孤独とは

 10代後半から、孤独を感じることが出来るようになったと思う。

 それまでは、友だちがいつも傍にいたし、勉強や部活、遊びで忙しかった。

 高校生になってから、勉強する意味、そして社会に出てから何をするかを本格的に考え始めて、物事の本質を意識するようになった。

 歌の文句で「人混みに流される孤独」などを認識するようになったと思う。

 自分の深い部分にある葛藤を話すことができず、誰にもm理解されない、と感じることを孤独と呼ぶのだと、多分歌で知った。

 将来への漠然としtあ不安を感じるようになったのも、そのころである。

 自分は元々流行に鈍感な田舎者だったので、高校生になって初めて自宅で音楽をかけて聞く、という文化に出会った。

 若者が聞く音楽を、自分の部屋に持ち帰ってみると、ある程度は悩みを共有できた。

「ああ。
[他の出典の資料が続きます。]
//! Hypothesis files: scenario YAML in which numeric values may be replaced by prior maps.
//!
//! A hypothesis is a scenario file (`docs/scenario-format.md`) in which any numeric value can
//! be written as a prior map instead of a number:
//!
//! ```text
//! alpha: { prior: uniform, low: 0.2, high: 1.5 }
//! mean:  { prior: log_uniform, low: 1, high: 100 }
//! ```
//!
//! The file is read generically (a `serde_json::Value`), every prior map is collected with
//! its key path (e.g. `demes[0].dormancy.alpha`), and for each simulation a value is drawn
//! for every prior, substituted, and the result is serialised back to YAML and validated by
//! [`Scenario::from_yaml_str`]. The scenario parser itself knows nothing of priors.
//!
//! **Whole numbers.** Keys that the scenario format requires to be whole (`count`, `max`,
//! `founded`, `sites`, `loci`, `generations_ago`, `from`, `to`, `horizon`, `seed`,
//! `replicates`) receive the drawn value rounded to the nearest integer (halves away from
//! zero). Rounding a uniform draw on [low, high] gives the two end integers half the weight
//! of the inner ones; the posterior is reported for the rounded value.
//!
//! **Checks at load time.** The file is validated with every prior at its lower bound and
//! again at its upper bound, so that a prior range the scenario cannot accept (a size prior
//! reaching 0, an `alpha` prior below 0) is refused before any simulation, naming the file
//! and the key path.

use super::Error;
use crate::scenario::Scenario;
use rand::{Rng, RngExt};
use serde_json::Value;

/// Keys whose values the scenario format requires to be whole numbers.
pub const INTEGER_KEYS: [&str; 11] =
    ["count", "max", "founded", "sites", "loci", "generations_ago", "from", "to", "horizon", "seed", "replicates"];

/// The family of a prior.
#[derive(Debug, Clone, Copy, PartialEq, Eq, serde::Serialize)]
#[serde(rename_all = "snake_case")]
pub enum PriorKind {
    /// Uniform on [low, high]: density 1/(high - low).
    Uniform,
    /// Log-uniform on [low, high], 0 < low: log θ uniform on [log low, log high], density
    /// 1/(θ ln(high/low)).
    LogUniform,
}

/// One step of a key path.
#[derive(Debug, Clone, PartialEq, Eq)]
pub enum PathStep {
    /// A map key.
    Key(String),
    /// A list index.
    Index(usize),
}

/// A prior on one value of the scenario.
#[derive(Debug, Clone, PartialEq, serde::Serialize)]
pub struct Prior {
    /// Key path as written in messages and outputs, e.g. `demes[0].dormancy.alpha`.
    pub path: String,
    /// Steps of the path.
    #[serde(skip)]
    pub steps: Vec<PathStep>,
    /// Family.
    pub kind: PriorKind,
    /// Lower bound.
    pub low: f64,
    /// Upper bound (> low).
    pub high: f64,
    /// Whether the drawn value is rounded to a whole number (see the module documentation).
    pub integer: bool,
}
自分と同じことを考えてる」

 と思えるアーティストもいたので、ちょっと安心できて繰り返し聞いた。

 そんなときアーティストは孤独を歌っていた。

 独身時代が長かったが、仕事したり資格取得の勉強をしたり、かなり本格的に運動もしていたのでいつも肉体的にも精神的にもいっぱいいっぱいで、孤独を感じることはあまりなかった。

 家庭を持ったのは、ギリギリ安全に子どもができる歳だったが、タイミングは良かったと思う。

 今は穏やかな家庭に満足している。

 こうして、自分のことにも目を向けるようになってきて、筆を取るようになった。